I've never used buttermilk to make fried chicken. It was used to tenderize chicken in the past, but today's chickens are bred to be more tender and they're sold when they're much younger than they used to be, so it's not necessary. I dredge it in flour, salt, pepper, poultry seasoning and paprika, then cook in hot oil (never measured it) till well browned on both sides. Never had it burn.


----------



## Steven c (Jan 19, 2019)

oldrustycars said:


> And for those who suggest just going to a proper diner or joint who knows how to fry chicken correctly, I'm close enough to Rip's Tavern, Ladd Illinois. That place knows yardbird.



I have eaten at the tavern in Ladd many and I mean many years ago. I couldn’t recall the name if it was the same then. My dad and brother would get the turtle soup once in a while there.  Very good chicken at the time, I grew up in Dixon Il


----------



## Linda0818 (Jan 19, 2019)

Caslon said:


> Happens a lot with me frying chicken.  The coating always gets burned  by the time the chicken is cooked inside. *I've given up and just fry the chicken pieces for a few minutes, then transfer it to the oven to cook.* It doesn't come out nearly as crispy as I  would like. I doubt I'll ever master it like long time hired house cooks do. They just have a knack.



That's what I've done several times. I just can't do fried chicken very well. If I pan-fry, it always comes out too greasy and if I deep-fry, the outside gets overcooked and the inside is still partially raw.

So I searched for the perfect oven-fried chicken recipe and finally found one that makes perfect oven-fried chicken every time. It's from a cookbook of mine.

*Versatile Chicken*


Ingredients

3/4 cup buttermilk
1 tablespoon instant chicken bouillon
1/2 teaspoon oregano leaves, optional
1 (2 and 1/2 to 3 lb) broiler-fryer chicken, cut up
1 cup unsifted flour
1 teaspoon paprika
1/4 cup butter, melted

In a large Ziploc bag, combine buttermilk, bouillon, and oregano; let stand 10 minutes. Shake to mix. Add chicken, let stand for 30 minutes to blend flavors.

Preheat oven to 350°. In another Ziploc bag, combine flour and paprika. Add chicken, a few pieces at a time; shake to coat. Arrange chicken in a 9x13 baking dish.

Drizzle chicken with melted butter. Bake for 1 hour or until golden brown. Refrigerate leftovers.


----------



## GotGarlic (Jan 19, 2019)

I just found out that the size of the chicken can be the cause of burning before it's cooked through when fried. A broiler-fryer chicken at 3-4 pounds will cook through without burning. A roaster, which is 5-7 pounds, has bigger pieces than can burn on the outside before the inside is done. 

https://www.finecooking.com/article/choosing-chicken-roasters-vs-broiler-fryers

Edit: I just looked at the OP and see that you had a 3.5-lb. chicken, so I guess this doesn't help.

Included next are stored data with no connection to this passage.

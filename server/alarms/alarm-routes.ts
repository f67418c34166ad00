/**
 * The alarm API: lists, history, health figures and the operator actions (acknowledge,
 * shelve, unshelve, out of service, reset of latched alarms). Each action is worked out, then
 * stored in its own transaction (event, audit entry, the alarm's new state), and only then
 * takes effect and is answered; when the write fails the alarm is left as it was and the
 * answer is 503. The WebSocket `alarms` message follows.
 */
import type { Request, RequestHandler } from 'express';
import { z } from 'zod';
import type { AlarmActionResult, AlarmHealthReport } from '../../shared/alarms/alarm-api.js';
import type { Db } from '../db/database.js';
import { writeFailureText } from '../db/write-failure.js';
import { labelled } from '../http/field-labels.js';
import { HttpError } from '../http/http-error.js';
import type { RouteHandlers } from '../http/route-table.js';
import { parseInput } from '../http/validate.js';
import type { AlarmBook, AlarmRequest } from './alarm-book.js';
import { activeAlarms, alarmItem, allAlarms } from './alarm-body.js';
import { alarmHistory, raisesBetween } from './alarm-event-repository.js';
import { alarmHealth, DEFAULT_HEALTH_RULES } from './alarm-health.js';
import { AlarmRequestError } from './alarm-request-error.js';
import type { SupervisionLog } from './supervision-log.js';

/** Most events one history request returns. */
const MAX_HISTORY_EVENTS = 5000;
/** Longest history window, h (30 days). */
const MAX_HISTORY_HOURS = 24 * 30;
const HISTORY_DEFAULT_HOURS = 24;

const ListQuery = z.object({
  state: z.enum(['active', 'all'], { error: 'state must be "active" or "all"' }).default('active'),
});
const HoursQuery = z.object({
  hours: z.coerce
    .number({ error: `hours must be a number of hours above 0 and at most ${MAX_HISTORY_HOURS}` })
    .refine((h) => Number.isFinite(h) && h > 0 && h <= MAX_HISTORY_HOURS, `hours must be a number of hours above 0 and at most ${MAX_HISTORY_HOURS}`)
    .default(HISTORY_DEFAULT_HOURS),
});
/** Shapes only; the book checks reasons and the minutes range and says what to fix. Labels as the reason dialog shows them. */
const reason = labelled(z.unknown(), 'Reason').optional();
export const ShelveBody = z.object({ minutes: labelled(z.unknown(), 'Minutes').optional(), reason });
export const ReasonBody = z.object({ reason });
export const OutOfServiceBody = z.object({
  on: labelled(z.boolean({ error: 'must be true (take out of service) or false (return to service)' }), 'Out of service'),
  reason,
});

export interface AlarmRouteDeps {
  db: Db;
  book: AlarmBook;
  records: SupervisionLog;
  /** Publishes the WebSocket `alarms` message when the active list changed. */
  announce: () => void;
  now?: () => number;
}

/** The routes `alarmHandlers` answers. */
export type AlarmRoutes =
  | 'alarms.list'
  | 'alarms.history'
  | 'alarms.health'
  | 'alarms.acknowledge'
  | 'alarms.shelve'
  | 'alarms.unshelve'
  | 'alarms.out-of-service'
  | 'alarms.reset';

export function alarmHandlers(deps: AlarmRouteDeps): Pick<RouteHandlers, AlarmRoutes> {
  const { db, book, records } = deps;
  const now = deps.now ?? Date.now;

  /** Works out an operator action on alarm `:id`, stores it, applies it, then answers with the alarm. */
  const action = (request: (body: unknown) => AlarmRequest): RequestHandler => {
    return async (req, res) => {
      const id = String(req.params['id']);
      const actor = actorOf(req);
      let prepared;
      try {
        prepared = book.prepare(id, actor, request(req.body));
      } catch (error) {
        throw httpErrorOf(error);
      }
      if (prepared) {
        try {
          await records.recordAlarmAction(prepared.event, prepared.memory);
        } catch (error) {
          prepared.cancel();
          throw new HttpError(503, `The ${prepared.event.kind} of alarm ${id} could not be recorded (${writeFailureText(error)}); nothing was changed. Try again.`);
        }
        prepared.commit();
        deps.announce();
      }
      const result: AlarmActionResult = { alarm: alarmItem(book, id)!, changed: prepared !== null };
      res.json(result);
    };
  };

  return {
    'alarms.list': (req, res) => {
      const { state } = parseInput(ListQuery, req.query, 'query');
      res.json({ alarms: state === 'active' ? activeAlarms(book) : allAlarms(book) });
    },
    'alarms.history': async (req, res) => {
      const { hours } = parseInput(HoursQuery, req.query, 'query');
      await records.flush();
      const to = now();
      res.json({ events: await alarmHistory(db, to - hours * 3_600_000, to, MAX_HISTORY_EVENTS) });
    },
    'alarms.health': async (req, res) => {
      const { hours } = parseInput(HoursQuery, req.query, 'query');
      await records.flush();
      const to = now();
      const from = to - hours * 3_600_000;
      const health = alarmHealth(await raisesBetween(db, from, to), book.active(), from, to);
      const iso = (ms: number) => new Date(ms).toISOString();
      const rules = DEFAULT_HEALTH_RULES;
      const body: AlarmHealthReport = {
        from: iso(from),
        to: iso(to),
        recentCount: health.recentCount,
        flooding: health.flooding,
        averagePerInterval: health.averagePerInterval,
        intervals: health.intervals.map((i) => ({ start: iso(i.start), count: i.count, flood: i.flood })),
        chattering: health.chattering.map((c) => ({ alarmId: c.alarmId, raises: c.raises, since: iso(c.since) })),
        stale: health.stale.map((s) => ({ alarmId: s.alarmId, raisedAt: iso(s.raisedAt), activeForMs: s.activeForMs })),
        rules: {
          intervalMinutes: rules.intervalMs / 60_000,
          floodAbove: rules.floodAbove,
          chatterRaises: rules.chatterRaises,
          chatterWindowS: rules.chatterWindowMs / 1000,
          staleAfterHours: rules.staleAfterMs / 3_600_000,
        },
      };
      res.json(body);
    },
    'alarms.acknowledge': action(() => ({ kind: 'acknowledge' })),
    'alarms.shelve': action((body) => ({ kind: 'shelve', ...parseInput(ShelveBody, body, 'body') })),
    'alarms.unshelve': action((body) => ({ kind: 'unshelve', reason: parseInput(ReasonBody, body, 'body').reason })),
    'alarms.out-of-service': action((body) => ({ kind: 'out-of-service', ...parseInput(OutOfServiceBody, body, 'body') })),
    'alarms.reset': action((body) => ({ kind: 'reset', reason: parseInput(ReasonBody, body, 'body').reason })),
  };
}

/** The signed-in user's e-mail (the route guard put the user on the request). */
export function actorOf(req: Request): string {
  if (!req.user) throw new HttpError(401, 'Sign in first');
  return req.user.email;
}

/** AlarmRequestError → 404 / 400 / 409 with its message; anything else unchanged. */
export function httpErrorOf(error: unknown): unknown {
  if (!(error instanceof AlarmRequestError)) return error;
  const status = error.code === 'not-found' ? 404 : error.code === 'invalid' ? 400 : 409;
  return new HttpError(status, error.message, error.field);
}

Oh well, it sounded good [emoji2]


----------



## letscook (Jan 20, 2019)

I soak mine in buttermilk or just milk with a little lemon juice added if I don't have butter milk and hot sauce, then my flour mixture is, flour, garlic & onion powder, salt & pepper, thyme, celery powder ( I dehydrate celery and then turn into powder - great stuff) paprika, and depends on whos at the supper table some cayenne pepper. 
I remove the chicken from the marinate let it drip off then into the flour mixture and set it on a rack - I do all of it and then I repeat it, dip back into the marinate and then back into the flour and back on the rack and let it sit while oil is heating.  
The one thing I learned was the temperature needs to be controlled.  I love my cast iron, but I went and purchased a deep fryer with a thermostat control and I have never had any trouble again. The coating comes out crisp and the meat is cooked all the way thru. I also do it at 350 degree. Having the chicken at room temperature helps also. As it will cook evenly not the outside and then trying to cook the cold inside.   Fried Chicken - potato salad yummmm


----------



## Kayelle (Jan 20, 2019)

letscook said:


> Having the chicken at room temperature helps also. As it will cook evenly not the outside and then trying to cook the cold inside.




Good tip!


----------



## Uncle Bob (Jan 20, 2019)

“Marinated overnight in buttermilk and 1/4 cup hot sauce” 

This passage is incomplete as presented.